The practical application of this in terms of the economy – for all that nice feel good stuff – is to make this NOT about competing theoretical economic rhetoric. For too long, the Right has led the narrative on economic policy, even with this Administration. They have led with this “aspirational” economic picture, a rosy idea that “when YOU’RE RICH, they’re coming for YOUR money!”. The counter to this is not to debate the mechanisms on paper, or in the halls of Harvard Business School. It is to bring the pragmatic and practical back to politics, to try to sidestep the temptation of ego-politics, to compete with the Right on their own well-defined turf. We must expose and explain this culture of narcissism, greed, and selfish sociopathy, to combat those who have corrupted the system without being cast as being against the system itself.

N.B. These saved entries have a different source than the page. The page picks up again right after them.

// A series entered as a crew enters it on a phone: ten drops typed with Enter only (focus stays in the time
// field), a time faster than a fall in vacuum refused at the door with the drop number and the vacuum time, the
// verdict withheld until five drops and then shown at the top, the C_d the physics core computes for the same
// times, and the end-of-day summary reading the same verdict. Keystrokes and taps per drop are counted.
import { afterAll, beforeAll, describe, expect, it } from 'vitest';
import { mkdirSync } from 'node:fs';
import type { Browser, BrowserContext, Page } from 'playwright-core';
import { analyzeSeries, type AnalysisRequest } from '../../src/physics';
import { PHONE, baseUrl, collectErrors, expectVisible, haveChromium, launchBrowser, waitForServiceWorker } from './harness';

const SHOTS = 'reports/screens/entry';

// Our own invented scenario (demo data): a 210 g ball of 95 mm dropped ten times from 12 m.
const TIMES = [1.597, 1.601, 1.612, 1.594, 1.598, 1.605, 1.603, 1.596, 1.608, 1.6];
const request = (times: number[]): AnalysisRequest => ({
  site: { latitude_deg: 46.1, elevation_m: 430 },
  air: { temperature_C: 17.5, pressure_Pa: 96_120, pressure_reference: 'station', relative_humidity_pct: 55 },
  specimen: { mass_kg: 0.21, shape: 'sphere', diameter_m: 0.095 },
  drops: times.map((time_s) => ({ height_m: 12, time_s })),
  timing: { standard_uncertainty_s: 0.02, offset: 'none' },
  uncertainty: { height_m: 0.01, mass_kg: 0.0005, diameter_m: 0.0002, temperature_C: 0.3, pressure_Pa: 50, relative_humidity_pct: 3 },
});

const box = (page: Page, name: RegExp | string) => page.getByRole('textbox', { name }).first();

describe.skipIf(!haveChromium)('a drop in one motion', () => {
  let browser: Browser;
  let context: BrowserContext;
  let page: Page;
  let errors: string[];
  beforeAll(async () => {
    mkdirSync(SHOTS, { recursive: true });
    browser = await launchBrowser();
    context = await browser.newContext(PHONE);
    page = await context.newPage();
    errors = collectErrors(page);
  });
  afterAll(async () => {
    await browser?.close();
  });

  it('sets up a day, a reading, a specimen and a typed series', async () => {
    await page.goto(`${baseUrl}/`);
    await waitForServiceWorker(page);
    await expectVisible(page.getByRole('heading', { name: 'Start a test day' }));
    await box(page, 'Site name').fill('North meadow mast');
    await box(page, /^Latitude/).fill('46.1');
    await box(page, /^Longitude/).fill('7.05');
    await box(page, /^Elevation/).fill('430');
    await page.getByRole('button', { name: 'Start the day' }).click();
    await page.getByRole('button', { name: 'Add an air reading' }).click();
    await box(page, /^Air temperature/).fill('17.5');
    await box(page, /^Air pressure/).fill('961.2');
    await page.getByText('Read on site: the air pressure where we stand', { exact: true }).click();
    await box(page, /^Relative humidity/).fill('55');
    await page.getByRole('button', { name: 'Save reading' }).click();
    await page.goto(`${baseUrl}/#/specimens/new`);
    await box(page, 'Name').fill('Leather ball 95 mm');
    await box(page, /^Mass/).fill('210');
    await box(page, /^Diameter/).fill('95');
    await page.getByRole('button', { name: 'Add to the catalogue' }).click();
    await expectVisible(page.getByText('Leather ball 95 mm'));
    await page.goto(`${baseUrl}/#/day`);
    await page.getByRole('button', { name: 'Start a series' }).click();
    await page.getByRole('button', { name: /Understood/ }).click();
    await box(page, /^Release height/).fill('12');
    await page.getByLabel('Timing method').selectOption('typed');
    await page.getByRole('button', { name: 'Start the series' }).click();
    await expectVisible(page.getByRole('heading', { name: 'Drop 1' }));
    await page.screenshot({ path: `${SHOTS}/01-series-empty.png` });
  });

  it('enters ten drops with Enter only, the verdict withheld until five, then at the top', async () => {
    // Count what the crew does: every key pressed and every touch, from here on.
    await page.evaluate(() => {
      const w = window as unknown as { keys: number; taps: number };
      w.keys = 0;
      w.taps = 0;
      document.addEventListener('keydown', () => w.keys++, true);
      document.addEventListener('pointerdown', () => w.taps++, true);
    });
    await page.getByRole('textbox', { name: /^Fall time/ }).first().tap();
    for (const [i, t] of TIMES.entries()) {
      // No click between drops: the focus must still be in the time field after the previous Enter.
      await page.keyboard.type(String(t));
      await page.keyboard.press('Enter');
      await expectVisible(page.getByTestId('drop-saved').getByText(`Drop ${i + 1} saved: ${t.toFixed(3)} s`));
      await expectVisible(page.getByRole('heading', { name: `Drop ${i + 2}` }));
      const line = (await page.getByTestId('verdict-line').textContent()) ?? '';
      if (i + 1 < 5) expect(line).toBe(`Verdict after 5 drops (${i + 1} so far)`);
      else expect(line).toMatch(/^Target (met|not met yet): /);
      if (i === 2) await page.screenshot({ path: `${SHOTS}/02-three-drops-no-verdict.png` });
      // The verdict is pinned at the top and the Add control stays on screen while entering.
      const bar = (await page.getByTestId('verdict-bar').boundingBox())!;
      expect(bar.y).toBeGreaterThanOrEqual(0);
      expect(bar.y).toBeLessThan(160);
      const add = (await page.getByRole('button', { name: `Add drop ${i + 2}` }).boundingBox())!;
      expect(add.y + add.height).toBeLessThanOrEqual(844);
    }
    const counts = await page.evaluate(() => {
      const w = window as unknown as { keys: number; taps: number };
      return { keys: w.keys, taps: w.taps };
    });
    // One tap into the field for the whole series; per drop the digits of the time and Enter.
    const typedChars = TIMES.reduce((n, t) => n + String(t).length, 0);
    expect(counts.taps).toBe(1);
    expect(counts.keys).toBe(typedChars + TIMES.length);
    console.log(`typed entry: ${counts.taps} tap(s) for ${TIMES.length} drops, ${counts.keys} keystrokes (${(counts.keys / TIMES.length).toFixed(1)} per drop, Enter included)`);
    const expected = analyzeSeries(request(TIMES));
    await expectVisible(page.getByTestId('verdict-bar').getByText(`C_d ${expected.drag_coefficient!.toFixed(3)}`));
    await expectVisible(page.getByTestId('cd-value').getByText(expected.drag_coefficient!.toFixed(3)));
    await expectVisible(page.getByTestId('cd-meaning'));
    // Under the drop table: how far the prediction itself may be off (the standard sphere curve's own uncertainty).
    const spread = expected.prediction.heights![0]!.time_standard_uncertainty_s;
    const curve = expected.prediction.drag_coefficient_relative_standard_uncertainty!;
    await expectVisible(page.getByTestId('prediction-spread').getByText(`±${(spread * 1000).toFixed(1)} ms (one standard uncertainty), from the standard sphere curve’s own ±${(curve * 100).toFixed(0)} % in C_d`, { exact: false }));
    await page.getByTestId('prediction-spread').scrollIntoViewIfNeeded();
    await page.screenshot({ path: `${SHOTS}/04b-prediction-spread.png` });
    await page.evaluate(() => window.scrollTo(0, 0));
    await page.screenshot({ path: `${SHOTS}/03-ten-drops-verdict-top.png` });
    await page.screenshot({ path: `${SHOTS}/04-ten-drops-full.png`, fullPage: true });
  });

  it('refuses a time shorter than a fall in vacuum, naming the drop, the vacuum time and what to check', async () => {
    await page.keyboard.type('1.2');
    await page.keyboard.press('Enter');
    // 12 m at the site's normal gravity (about 9.806 m/s²): √(24/9.806) = 1.564 s (h = ½·g·t²).
    await expectVisible(page.getByText(/Drop 11: 1\.200 s is shorter than a fall in vacuum from 12\.00 m \(1\.564 s\)/));
    await expectVisible(page.getByRole('heading', { name: 'Drop 11' }));
    await page.screenshot({ path: `${SHOTS}/05-too-fast-refused.png` });
    const rows = await page.locator('table.drops tbody tr').count();
    expect(rows).toBe(10);
  });

  it('shows the same verdict in the day’s list and in the end-of-day summary', async () => {
    const line = (await page.getByTestId('verdict-line').textContent()) ?? '';
    await page.goto(`${baseUrl}/#/day`);
    await expectVisible(page.getByTestId('row-verdict').getByText(line));
    await page.screenshot({ path: `${SHOTS}/06-day-rows.png`, fullPage: true });
    await page.getByRole('link', { name: /summary|end of the day/i }).first().click();
    await expectVisible(page.getByTestId('summary-verdict').getByText(line));
    await page.screenshot({ path: `${SHOTS}/07-summary.png`, fullPage: true });
    expect(errors).toEqual([]);
  });
});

A system is just a system. Any aggregate of people – churches, corporations, governments, football teams, World of Warcraft raid groups – is only as effective as the people involved. There are always the exploiters, there are always the ones who follow the spirit of the system. The challenge is to balance the restrictions to minimize the harm, while allowing as much freedom to do good. This is true of ANY system.
And if we are to put into place real solutions based on the Progressive principles of equality, opportunity, and fairness, we’re going to have to do more than hope and change. We’re going to have to get the American people to drop the politics-as-college-football and do the math.